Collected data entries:
________

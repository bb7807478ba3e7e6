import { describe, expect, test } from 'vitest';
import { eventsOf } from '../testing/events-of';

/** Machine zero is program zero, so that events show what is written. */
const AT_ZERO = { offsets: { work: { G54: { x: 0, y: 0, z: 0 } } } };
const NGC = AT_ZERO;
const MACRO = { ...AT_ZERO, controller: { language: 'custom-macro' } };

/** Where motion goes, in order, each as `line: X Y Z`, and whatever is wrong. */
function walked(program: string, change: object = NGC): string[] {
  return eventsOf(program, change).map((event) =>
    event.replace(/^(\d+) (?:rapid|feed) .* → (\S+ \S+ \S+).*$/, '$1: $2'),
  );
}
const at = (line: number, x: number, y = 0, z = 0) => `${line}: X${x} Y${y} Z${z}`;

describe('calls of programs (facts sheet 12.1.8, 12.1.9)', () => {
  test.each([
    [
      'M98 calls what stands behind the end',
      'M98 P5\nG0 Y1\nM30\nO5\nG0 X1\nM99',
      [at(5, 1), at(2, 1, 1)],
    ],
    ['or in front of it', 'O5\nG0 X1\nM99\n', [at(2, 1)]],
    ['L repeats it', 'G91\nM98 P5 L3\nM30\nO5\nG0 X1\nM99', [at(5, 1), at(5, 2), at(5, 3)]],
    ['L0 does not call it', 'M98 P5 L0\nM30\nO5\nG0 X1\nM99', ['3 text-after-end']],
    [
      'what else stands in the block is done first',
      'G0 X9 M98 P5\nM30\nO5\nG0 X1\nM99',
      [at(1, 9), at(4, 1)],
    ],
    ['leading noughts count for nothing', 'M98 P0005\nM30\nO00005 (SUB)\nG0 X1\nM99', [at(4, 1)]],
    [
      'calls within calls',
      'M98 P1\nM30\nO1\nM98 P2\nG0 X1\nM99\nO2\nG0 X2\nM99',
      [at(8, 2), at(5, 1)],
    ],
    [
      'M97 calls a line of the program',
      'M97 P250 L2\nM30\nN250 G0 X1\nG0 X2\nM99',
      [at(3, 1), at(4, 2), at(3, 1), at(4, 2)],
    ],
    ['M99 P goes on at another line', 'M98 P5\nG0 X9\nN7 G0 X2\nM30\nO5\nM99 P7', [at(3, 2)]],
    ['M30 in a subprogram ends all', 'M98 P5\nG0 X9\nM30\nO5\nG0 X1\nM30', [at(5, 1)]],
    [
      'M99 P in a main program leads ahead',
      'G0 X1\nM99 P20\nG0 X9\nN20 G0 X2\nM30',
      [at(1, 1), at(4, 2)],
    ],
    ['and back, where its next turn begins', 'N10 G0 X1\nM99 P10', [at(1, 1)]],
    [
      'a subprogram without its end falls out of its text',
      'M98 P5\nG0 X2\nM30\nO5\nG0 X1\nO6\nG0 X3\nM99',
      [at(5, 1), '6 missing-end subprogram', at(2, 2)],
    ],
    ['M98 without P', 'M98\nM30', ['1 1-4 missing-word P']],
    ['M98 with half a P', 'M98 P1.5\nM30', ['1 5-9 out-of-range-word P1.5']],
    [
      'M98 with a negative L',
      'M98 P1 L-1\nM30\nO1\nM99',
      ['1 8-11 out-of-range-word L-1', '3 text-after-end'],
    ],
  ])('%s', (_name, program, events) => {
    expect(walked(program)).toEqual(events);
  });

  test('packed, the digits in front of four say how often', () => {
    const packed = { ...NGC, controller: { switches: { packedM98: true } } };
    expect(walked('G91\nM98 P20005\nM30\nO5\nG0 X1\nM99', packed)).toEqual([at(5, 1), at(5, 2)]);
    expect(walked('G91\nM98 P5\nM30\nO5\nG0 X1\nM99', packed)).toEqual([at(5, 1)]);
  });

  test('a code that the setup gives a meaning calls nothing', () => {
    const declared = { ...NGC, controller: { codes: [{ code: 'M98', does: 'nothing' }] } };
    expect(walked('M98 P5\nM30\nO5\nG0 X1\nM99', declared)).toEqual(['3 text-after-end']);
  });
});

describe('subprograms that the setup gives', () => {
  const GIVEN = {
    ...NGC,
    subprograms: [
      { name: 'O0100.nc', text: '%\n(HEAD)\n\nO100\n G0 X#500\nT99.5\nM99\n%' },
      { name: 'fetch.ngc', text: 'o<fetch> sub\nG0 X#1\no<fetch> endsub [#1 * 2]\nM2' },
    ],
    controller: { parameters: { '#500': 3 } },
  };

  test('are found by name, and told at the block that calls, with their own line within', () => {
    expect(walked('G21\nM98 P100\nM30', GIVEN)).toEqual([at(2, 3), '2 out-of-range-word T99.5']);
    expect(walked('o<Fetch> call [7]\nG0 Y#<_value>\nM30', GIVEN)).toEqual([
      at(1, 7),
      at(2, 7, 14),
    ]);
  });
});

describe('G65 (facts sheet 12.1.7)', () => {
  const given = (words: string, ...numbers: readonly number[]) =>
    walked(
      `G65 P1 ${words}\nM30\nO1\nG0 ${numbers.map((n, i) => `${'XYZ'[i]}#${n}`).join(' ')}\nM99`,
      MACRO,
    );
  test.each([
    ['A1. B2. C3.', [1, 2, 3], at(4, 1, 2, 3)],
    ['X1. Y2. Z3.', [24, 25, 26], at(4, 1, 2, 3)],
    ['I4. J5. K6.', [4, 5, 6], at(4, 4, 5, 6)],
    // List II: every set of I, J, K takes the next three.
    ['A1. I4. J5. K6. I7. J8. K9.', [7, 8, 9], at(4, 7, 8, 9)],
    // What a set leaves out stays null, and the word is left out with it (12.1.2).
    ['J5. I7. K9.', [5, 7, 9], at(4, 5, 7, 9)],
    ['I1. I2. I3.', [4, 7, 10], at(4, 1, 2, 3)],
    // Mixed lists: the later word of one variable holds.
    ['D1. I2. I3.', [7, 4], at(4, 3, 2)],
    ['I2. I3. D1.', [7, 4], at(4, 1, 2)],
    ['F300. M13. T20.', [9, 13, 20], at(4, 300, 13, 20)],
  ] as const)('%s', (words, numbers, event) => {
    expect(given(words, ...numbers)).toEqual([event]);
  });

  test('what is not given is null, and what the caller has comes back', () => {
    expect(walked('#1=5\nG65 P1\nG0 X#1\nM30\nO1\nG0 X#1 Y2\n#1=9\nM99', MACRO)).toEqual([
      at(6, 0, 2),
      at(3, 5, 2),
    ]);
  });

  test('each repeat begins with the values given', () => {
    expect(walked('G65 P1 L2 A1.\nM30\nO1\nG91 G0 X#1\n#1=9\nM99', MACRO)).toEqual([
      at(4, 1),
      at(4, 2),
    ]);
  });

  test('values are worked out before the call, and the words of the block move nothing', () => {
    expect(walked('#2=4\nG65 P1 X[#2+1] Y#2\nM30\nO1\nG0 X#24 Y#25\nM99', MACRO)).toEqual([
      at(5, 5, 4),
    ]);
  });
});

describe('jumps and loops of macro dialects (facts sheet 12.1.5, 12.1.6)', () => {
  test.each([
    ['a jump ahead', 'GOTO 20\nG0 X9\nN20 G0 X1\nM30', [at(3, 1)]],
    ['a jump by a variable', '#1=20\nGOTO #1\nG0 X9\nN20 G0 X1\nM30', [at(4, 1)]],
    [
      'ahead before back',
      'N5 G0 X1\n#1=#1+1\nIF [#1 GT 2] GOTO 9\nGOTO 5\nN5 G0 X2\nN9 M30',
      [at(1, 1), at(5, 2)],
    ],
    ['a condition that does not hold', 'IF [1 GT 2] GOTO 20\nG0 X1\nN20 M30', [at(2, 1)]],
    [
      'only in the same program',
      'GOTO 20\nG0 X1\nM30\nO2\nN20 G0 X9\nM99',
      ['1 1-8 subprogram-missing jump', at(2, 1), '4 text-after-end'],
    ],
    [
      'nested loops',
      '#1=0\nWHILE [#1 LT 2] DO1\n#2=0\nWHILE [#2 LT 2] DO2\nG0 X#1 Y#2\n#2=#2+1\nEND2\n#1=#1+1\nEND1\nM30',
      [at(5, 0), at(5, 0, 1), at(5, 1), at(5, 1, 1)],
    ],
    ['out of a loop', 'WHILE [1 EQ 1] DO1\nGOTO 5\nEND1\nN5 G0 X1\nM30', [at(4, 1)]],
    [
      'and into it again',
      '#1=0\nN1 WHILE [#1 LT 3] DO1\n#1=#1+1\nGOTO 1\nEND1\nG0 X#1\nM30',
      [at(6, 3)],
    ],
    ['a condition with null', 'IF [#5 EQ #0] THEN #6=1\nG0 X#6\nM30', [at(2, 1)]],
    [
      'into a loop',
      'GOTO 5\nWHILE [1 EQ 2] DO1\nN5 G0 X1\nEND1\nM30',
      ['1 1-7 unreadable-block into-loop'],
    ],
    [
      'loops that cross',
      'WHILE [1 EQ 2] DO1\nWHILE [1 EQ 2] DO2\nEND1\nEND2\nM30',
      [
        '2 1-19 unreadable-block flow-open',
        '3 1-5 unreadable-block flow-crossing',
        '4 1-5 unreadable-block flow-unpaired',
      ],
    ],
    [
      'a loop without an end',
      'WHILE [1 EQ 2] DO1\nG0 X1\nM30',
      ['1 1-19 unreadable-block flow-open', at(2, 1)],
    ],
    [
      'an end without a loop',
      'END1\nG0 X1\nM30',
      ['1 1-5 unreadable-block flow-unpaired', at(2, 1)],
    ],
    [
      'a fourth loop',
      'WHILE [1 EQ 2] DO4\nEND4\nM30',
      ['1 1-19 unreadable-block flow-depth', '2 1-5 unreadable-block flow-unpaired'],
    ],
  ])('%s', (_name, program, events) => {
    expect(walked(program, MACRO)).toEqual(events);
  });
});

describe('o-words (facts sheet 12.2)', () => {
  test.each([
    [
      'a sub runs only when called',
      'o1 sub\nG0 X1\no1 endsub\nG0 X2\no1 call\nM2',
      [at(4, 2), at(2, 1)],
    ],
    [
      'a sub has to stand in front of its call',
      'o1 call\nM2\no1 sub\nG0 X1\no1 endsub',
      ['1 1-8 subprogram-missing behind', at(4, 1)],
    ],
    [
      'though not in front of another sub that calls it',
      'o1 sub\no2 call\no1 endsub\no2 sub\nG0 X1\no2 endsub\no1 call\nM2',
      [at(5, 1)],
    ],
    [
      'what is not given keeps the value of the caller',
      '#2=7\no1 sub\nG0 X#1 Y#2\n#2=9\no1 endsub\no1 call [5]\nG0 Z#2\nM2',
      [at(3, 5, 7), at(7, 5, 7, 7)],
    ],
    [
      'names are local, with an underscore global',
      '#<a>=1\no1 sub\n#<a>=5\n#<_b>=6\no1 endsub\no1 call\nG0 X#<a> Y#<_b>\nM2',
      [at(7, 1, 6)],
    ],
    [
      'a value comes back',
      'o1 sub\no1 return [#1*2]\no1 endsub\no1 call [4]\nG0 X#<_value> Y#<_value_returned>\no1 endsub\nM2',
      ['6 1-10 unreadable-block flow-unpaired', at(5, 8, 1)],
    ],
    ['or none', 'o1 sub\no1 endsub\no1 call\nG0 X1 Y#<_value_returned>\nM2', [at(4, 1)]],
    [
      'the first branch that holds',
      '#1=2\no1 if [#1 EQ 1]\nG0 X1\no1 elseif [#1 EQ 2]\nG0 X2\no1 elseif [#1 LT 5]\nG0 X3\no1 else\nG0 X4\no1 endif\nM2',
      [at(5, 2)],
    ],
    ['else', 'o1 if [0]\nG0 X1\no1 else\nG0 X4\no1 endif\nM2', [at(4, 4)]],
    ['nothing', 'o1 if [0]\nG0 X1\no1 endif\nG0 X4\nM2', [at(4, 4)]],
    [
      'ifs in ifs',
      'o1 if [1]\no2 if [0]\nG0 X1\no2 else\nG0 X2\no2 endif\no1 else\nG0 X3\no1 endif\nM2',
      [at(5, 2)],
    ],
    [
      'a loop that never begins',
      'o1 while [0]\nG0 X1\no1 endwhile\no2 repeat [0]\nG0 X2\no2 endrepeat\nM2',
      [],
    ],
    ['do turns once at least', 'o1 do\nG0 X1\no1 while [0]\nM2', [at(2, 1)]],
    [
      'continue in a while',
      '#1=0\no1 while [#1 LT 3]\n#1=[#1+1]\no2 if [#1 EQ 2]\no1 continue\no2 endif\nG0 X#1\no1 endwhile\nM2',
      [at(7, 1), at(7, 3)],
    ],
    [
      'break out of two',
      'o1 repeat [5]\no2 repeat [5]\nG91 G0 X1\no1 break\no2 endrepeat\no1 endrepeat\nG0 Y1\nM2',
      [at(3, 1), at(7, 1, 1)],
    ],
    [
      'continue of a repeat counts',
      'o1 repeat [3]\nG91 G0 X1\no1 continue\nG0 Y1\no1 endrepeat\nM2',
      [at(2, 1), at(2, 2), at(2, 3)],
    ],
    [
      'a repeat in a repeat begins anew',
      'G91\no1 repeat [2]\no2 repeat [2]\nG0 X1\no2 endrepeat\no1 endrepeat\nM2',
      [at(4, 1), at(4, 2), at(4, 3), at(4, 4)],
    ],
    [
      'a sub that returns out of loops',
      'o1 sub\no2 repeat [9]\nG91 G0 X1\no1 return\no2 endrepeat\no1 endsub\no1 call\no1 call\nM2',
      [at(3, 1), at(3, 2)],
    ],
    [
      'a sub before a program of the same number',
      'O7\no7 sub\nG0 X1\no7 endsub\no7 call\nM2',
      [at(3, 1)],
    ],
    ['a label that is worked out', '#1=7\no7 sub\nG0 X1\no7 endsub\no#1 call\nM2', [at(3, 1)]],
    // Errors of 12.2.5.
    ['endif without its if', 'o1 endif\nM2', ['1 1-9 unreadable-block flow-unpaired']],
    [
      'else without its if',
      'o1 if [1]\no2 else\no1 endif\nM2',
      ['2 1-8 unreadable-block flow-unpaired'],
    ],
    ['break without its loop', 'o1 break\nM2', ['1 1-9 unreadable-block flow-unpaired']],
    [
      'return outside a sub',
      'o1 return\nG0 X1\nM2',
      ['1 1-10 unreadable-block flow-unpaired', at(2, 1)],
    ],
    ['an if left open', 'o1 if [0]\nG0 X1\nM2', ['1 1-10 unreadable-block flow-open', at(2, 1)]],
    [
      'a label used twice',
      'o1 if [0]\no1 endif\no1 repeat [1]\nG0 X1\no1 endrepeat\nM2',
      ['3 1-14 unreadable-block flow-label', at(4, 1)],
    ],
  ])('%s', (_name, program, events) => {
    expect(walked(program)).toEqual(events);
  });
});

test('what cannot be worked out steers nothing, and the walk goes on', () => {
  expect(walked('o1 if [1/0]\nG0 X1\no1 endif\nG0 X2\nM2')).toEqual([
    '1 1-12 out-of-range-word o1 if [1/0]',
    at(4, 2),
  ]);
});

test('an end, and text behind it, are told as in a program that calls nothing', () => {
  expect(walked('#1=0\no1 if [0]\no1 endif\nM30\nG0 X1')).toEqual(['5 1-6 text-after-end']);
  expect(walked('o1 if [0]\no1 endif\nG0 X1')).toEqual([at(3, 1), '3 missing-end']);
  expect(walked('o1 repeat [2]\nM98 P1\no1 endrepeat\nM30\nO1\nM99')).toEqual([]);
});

________

• [Goal of the exercise]:
Tell how many lines of the records above hold "nWHILE", giving the number and nothing else.

• [Solution to this problem]:
3